**DIRECTIONS FOR THIS TASK:**
Would you set down the complete data below, exactly as shown?

Stored items
::::
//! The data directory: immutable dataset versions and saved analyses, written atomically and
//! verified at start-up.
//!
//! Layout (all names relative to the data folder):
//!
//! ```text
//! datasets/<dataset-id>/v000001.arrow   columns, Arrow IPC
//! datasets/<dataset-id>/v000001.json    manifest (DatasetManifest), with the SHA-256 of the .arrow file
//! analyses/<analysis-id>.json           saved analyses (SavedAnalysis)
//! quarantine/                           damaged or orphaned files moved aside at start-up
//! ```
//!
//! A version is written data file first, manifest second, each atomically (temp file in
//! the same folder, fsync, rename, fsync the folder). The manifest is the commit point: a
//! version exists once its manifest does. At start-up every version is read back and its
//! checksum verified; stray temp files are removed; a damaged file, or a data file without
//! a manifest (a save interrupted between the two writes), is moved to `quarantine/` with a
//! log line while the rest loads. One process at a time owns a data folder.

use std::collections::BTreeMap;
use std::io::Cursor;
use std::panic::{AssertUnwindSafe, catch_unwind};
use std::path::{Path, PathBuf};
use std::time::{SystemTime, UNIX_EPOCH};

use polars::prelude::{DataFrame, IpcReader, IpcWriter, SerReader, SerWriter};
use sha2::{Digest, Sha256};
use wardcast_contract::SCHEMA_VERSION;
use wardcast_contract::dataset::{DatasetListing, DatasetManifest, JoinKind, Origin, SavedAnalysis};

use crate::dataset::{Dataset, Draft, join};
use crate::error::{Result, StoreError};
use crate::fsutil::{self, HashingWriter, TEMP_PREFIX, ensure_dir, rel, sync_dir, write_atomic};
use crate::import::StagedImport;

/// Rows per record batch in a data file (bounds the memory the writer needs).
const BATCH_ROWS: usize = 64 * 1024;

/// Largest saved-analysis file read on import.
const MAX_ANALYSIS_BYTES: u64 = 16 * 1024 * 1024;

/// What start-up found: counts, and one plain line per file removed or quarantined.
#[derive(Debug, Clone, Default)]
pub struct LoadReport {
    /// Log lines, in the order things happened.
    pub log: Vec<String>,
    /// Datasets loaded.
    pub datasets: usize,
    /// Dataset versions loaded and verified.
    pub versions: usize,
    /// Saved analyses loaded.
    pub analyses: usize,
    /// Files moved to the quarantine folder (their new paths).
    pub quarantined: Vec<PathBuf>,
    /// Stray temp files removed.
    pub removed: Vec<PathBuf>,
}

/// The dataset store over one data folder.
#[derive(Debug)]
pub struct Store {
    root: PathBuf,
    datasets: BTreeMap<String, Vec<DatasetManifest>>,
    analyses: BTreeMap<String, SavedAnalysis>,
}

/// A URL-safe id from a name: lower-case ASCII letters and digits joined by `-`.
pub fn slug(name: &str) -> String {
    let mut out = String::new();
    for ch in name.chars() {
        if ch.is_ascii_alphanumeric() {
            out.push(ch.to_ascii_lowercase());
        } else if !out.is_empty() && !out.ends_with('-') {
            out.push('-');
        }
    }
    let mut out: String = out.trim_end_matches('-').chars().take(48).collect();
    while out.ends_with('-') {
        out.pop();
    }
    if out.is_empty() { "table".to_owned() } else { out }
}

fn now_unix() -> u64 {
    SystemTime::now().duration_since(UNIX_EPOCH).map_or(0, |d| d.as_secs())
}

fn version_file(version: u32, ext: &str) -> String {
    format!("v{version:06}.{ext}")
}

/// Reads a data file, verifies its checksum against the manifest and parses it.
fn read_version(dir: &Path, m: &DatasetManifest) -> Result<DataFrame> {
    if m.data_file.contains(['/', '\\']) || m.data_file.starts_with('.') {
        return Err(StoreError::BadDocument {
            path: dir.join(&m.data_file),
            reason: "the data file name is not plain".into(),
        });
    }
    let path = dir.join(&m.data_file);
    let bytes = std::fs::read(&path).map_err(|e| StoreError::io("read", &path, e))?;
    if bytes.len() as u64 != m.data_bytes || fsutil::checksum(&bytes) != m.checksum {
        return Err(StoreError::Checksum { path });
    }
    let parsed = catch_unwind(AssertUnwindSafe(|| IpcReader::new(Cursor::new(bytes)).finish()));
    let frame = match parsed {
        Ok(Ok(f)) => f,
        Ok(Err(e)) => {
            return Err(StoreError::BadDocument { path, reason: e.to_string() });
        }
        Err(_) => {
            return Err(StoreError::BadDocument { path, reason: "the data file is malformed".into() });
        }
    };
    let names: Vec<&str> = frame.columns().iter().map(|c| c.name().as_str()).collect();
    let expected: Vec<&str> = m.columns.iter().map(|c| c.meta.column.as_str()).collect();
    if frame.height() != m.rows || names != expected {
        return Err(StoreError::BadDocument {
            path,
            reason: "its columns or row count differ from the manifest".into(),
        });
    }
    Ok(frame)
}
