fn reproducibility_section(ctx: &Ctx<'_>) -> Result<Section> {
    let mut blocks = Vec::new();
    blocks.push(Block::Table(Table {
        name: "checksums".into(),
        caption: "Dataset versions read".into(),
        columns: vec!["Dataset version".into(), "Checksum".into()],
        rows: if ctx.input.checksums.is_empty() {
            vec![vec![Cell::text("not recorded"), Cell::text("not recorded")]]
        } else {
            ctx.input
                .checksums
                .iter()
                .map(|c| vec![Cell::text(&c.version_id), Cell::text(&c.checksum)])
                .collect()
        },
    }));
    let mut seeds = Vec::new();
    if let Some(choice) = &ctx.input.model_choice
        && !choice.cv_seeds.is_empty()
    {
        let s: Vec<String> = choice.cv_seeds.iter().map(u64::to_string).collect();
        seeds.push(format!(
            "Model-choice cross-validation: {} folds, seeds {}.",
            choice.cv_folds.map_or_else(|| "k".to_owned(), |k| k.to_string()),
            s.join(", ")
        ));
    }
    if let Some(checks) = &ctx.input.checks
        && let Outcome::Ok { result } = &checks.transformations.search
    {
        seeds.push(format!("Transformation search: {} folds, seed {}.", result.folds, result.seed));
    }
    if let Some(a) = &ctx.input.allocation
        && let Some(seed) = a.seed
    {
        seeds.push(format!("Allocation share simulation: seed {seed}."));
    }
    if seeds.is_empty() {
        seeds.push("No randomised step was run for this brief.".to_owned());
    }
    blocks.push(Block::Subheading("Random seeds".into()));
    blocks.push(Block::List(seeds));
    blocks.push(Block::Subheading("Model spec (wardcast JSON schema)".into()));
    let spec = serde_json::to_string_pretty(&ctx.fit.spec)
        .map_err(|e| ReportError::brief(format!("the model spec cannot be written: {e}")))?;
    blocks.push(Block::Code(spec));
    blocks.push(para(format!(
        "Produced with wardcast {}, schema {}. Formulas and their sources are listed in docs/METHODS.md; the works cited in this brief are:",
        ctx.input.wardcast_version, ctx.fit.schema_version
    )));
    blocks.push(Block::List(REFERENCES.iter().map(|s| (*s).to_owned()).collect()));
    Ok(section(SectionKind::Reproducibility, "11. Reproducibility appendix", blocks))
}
::::
**EXERCISE RESULT:**
//! The data directory: immutable dataset versions and saved analyses, written atomically and
//! verified at start-up.
//!
//! Layout (all names relative to the data folder):
//!
//! ```text
//! datasets/<dataset-id>/v000001.arrow   columns, Arrow IPC
//! datasets/<dataset-id>/v000001.json    manifest (DatasetManifest), with the SHA-256 of the .arrow file
//! analyses/<analysis-id>.json           saved analyses (SavedAnalysis)
//! quarantine/                           damaged or orphaned files moved aside at start-up
//! ```
//!
//! A version is written data file first, manifest second, each atomically (temp file in
//! the same folder, fsync, rename, fsync the folder). The manifest is the commit point: a
//! version exists once its manifest does. At start-up every version is read back and its
//! checksum verified; stray temp files are removed; a damaged file, or a data file without
//! a manifest (a save interrupted between the two writes), is moved to `quarantine/` with a
//! log line while the rest loads. One process at a time owns a data folder.

use std::collections::BTreeMap;
use std::io::Cursor;
use std::panic::{AssertUnwindSafe, catch_unwind};
use std::path::{Path, PathBuf};
use std::time::{SystemTime, UNIX_EPOCH};

use polars::prelude::{DataFrame, IpcReader, IpcWriter, SerReader, SerWriter};
use sha2::{Digest, Sha256};
use wardcast_contract::SCHEMA_VERSION;
use wardcast_contract::dataset::{DatasetListing, DatasetManifest, JoinKind, Origin, SavedAnalysis};

use crate::dataset::{Dataset, Draft, join};
use crate::error::{Result, StoreError};
use crate::fsutil::{self, HashingWriter, TEMP_PREFIX, ensure_dir, rel, sync_dir, write_atomic};
use crate::import::StagedImport;

/// Rows per record batch in a data file (bounds the memory the writer needs).
const BATCH_ROWS: usize = 64 * 1024;

/// Largest saved-analysis file read on import.
const MAX_ANALYSIS_BYTES: u64 = 16 * 1024 * 1024;

/// What start-up found: counts, and one plain line per file removed or quarantined.
#[derive(Debug, Clone, Default)]
pub struct LoadReport {
    /// Log lines, in the order things happened.
    pub log: Vec<String>,
    /// Datasets loaded.
    pub datasets: usize,
    /// Dataset versions loaded and verified.
    pub versions: usize,
    /// Saved analyses loaded.
    pub analyses: usize,
    /// Files moved to the quarantine folder (their new paths).
    pub quarantined: Vec<PathBuf>,
    /// Stray temp files removed.
    pub removed: Vec<PathBuf>,
}

/// The dataset store over one data folder.
#[derive(Debug)]
pub struct Store {
    root: PathBuf,
    datasets: BTreeMap<String, Vec<DatasetManifest>>,
    analyses: BTreeMap<String, SavedAnalysis>,
}

/// A URL-safe id from a name: lower-case ASCII letters and digits joined by `-`.
pub fn slug(name: &str) -> String {
    let mut out = String::new();
    for ch in name.chars() {
        if ch.is_ascii_alphanumeric() {
            out.push(ch.to_ascii_lowercase());
        } else if !out.is_empty() && !out.ends_with('-') {
            out.push('-');
        }
    }
    let mut out: String = out.trim_end_matches('-').chars().take(48).collect();
    while out.ends_with('-') {
        out.pop();
    }
    if out.is_empty() { "table".to_owned() } else { out }
}

fn now_unix() -> u64 {
    SystemTime::now().duration_since(UNIX_EPOCH).map_or(0, |d| d.as_secs())
}

fn version_file(version: u32, ext: &str) -> String {
    format!("v{version:06}.{ext}")
}

/// Reads a data file, verifies its checksum against the manifest and parses it.
fn read_version(dir: &Path, m: &DatasetManifest) -> Result<DataFrame> {
    if m.data_file.contains(['/', '\\']) || m.data_file.starts_with('.') {
        return Err(StoreError::BadDocument {
            path: dir.join(&m.data_file),
            reason: "the data file name is not plain".into(),
        });
    }
    let path = dir.join(&m.data_file);
    let bytes = std::fs::read(&path).map_err(|e| StoreError::io("read", &path, e))?;
    if bytes.len() as u64 != m.data_bytes || fsutil::checksum(&bytes) != m.checksum {
        return Err(StoreError::Checksum { path });
    }
    let parsed = catch_unwind(AssertUnwindSafe(|| IpcReader::new(Cursor::new(bytes)).finish()));
    let frame = match parsed {
        Ok(Ok(f)) => f,
        Ok(Err(e)) => {
            return Err(StoreError::BadDocument { path, reason: e.to_string() });
        }
        Err(_) => {
            return Err(StoreError::BadDocument { path, reason: "the data file is malformed".into() });
        }
    };
    let names: Vec<&str> = frame.columns().iter().map(|c| c.name().as_str()).collect();
    let expected: Vec<&str> = m.columns.iter().map(|c| c.meta.column.as_str()).collect();
    if frame.height() != m.rows || names != expected {
        return Err(StoreError::BadDocument {
            path,
            reason: "its columns or row count differ from the manifest".into(),
        });
    }
    Ok(frame)
}
fn reproducibility_section(ctx: &Ctx<'_>) -> Result<Section> {
    let mut blocks = Vec::new();
    blocks.push(Block::Table(Table {
        name: "checksums".into(),
        caption: "Dataset versions read".into(),
        columns: vec!["Dataset version".into(), "Checksum".into()],
        rows: if ctx.input.checksums.is_empty() {
            vec![vec![Cell::text("not recorded"), Cell::text("not recorded")]]
        } else {
            ctx.input
                .checksums
                .iter()
                .map(|c| vec![Cell::text(&c.version_id), Cell::text(&c.checksum)])
                .collect()
        },
    }));
    let mut seeds = Vec::new();
    if let Some(choice) = &ctx.input.model_choice
        && !choice.cv_seeds.is_empty()
    {
        let s: Vec<String> = choice.cv_seeds.iter().map(u64::to_string).collect();
        seeds.push(format!(
            "Model-choice cross-validation: {} folds, seeds {}.",
            choice.cv_folds.map_or_else(|| "k".to_owned(), |k| k.to_string()),
            s.join(", ")
        ));
    }
    if let Some(checks) = &ctx.input.checks
        && let Outcome::Ok { result } = &checks.transformations.search
    {
        seeds.push(format!("Transformation search: {} folds, seed {}.", result.folds, result.seed));
    }
    if let Some(a) = &ctx.input.allocation
        && let Some(seed) = a.seed
    {
        seeds.push(format!("Allocation share simulation: seed {seed}."));
    }
    if seeds.is_empty() {
        seeds.push("No randomised step was run for this brief.".to_owned());
    }
    blocks.push(Block::Subheading("Random seeds".into()));
    blocks.push(Block::List(seeds));
    blocks.push(Block::Subheading("Model spec (wardcast JSON schema)".into()));
    let spec = serde_json::to_string_pretty(&ctx.fit.spec)
        .map_err(|e| ReportError::brief(format!("the model spec cannot be written: {e}")))?;
    blocks.push(Block::Code(spec));
    blocks.push(para(format!(
        "Produced with wardcast {}, schema {}. Formulas and their sources are listed in docs/METHODS.md; the works cited in this brief are:",
        ctx.input.wardcast_version, ctx.fit.schema_version
    )));
    blocks.push(Block::List(REFERENCES.iter().map(|s| (*s).to_owned()).collect()));
    Ok(section(SectionKind::Reproducibility, "11. Reproducibility appendix", blocks))
}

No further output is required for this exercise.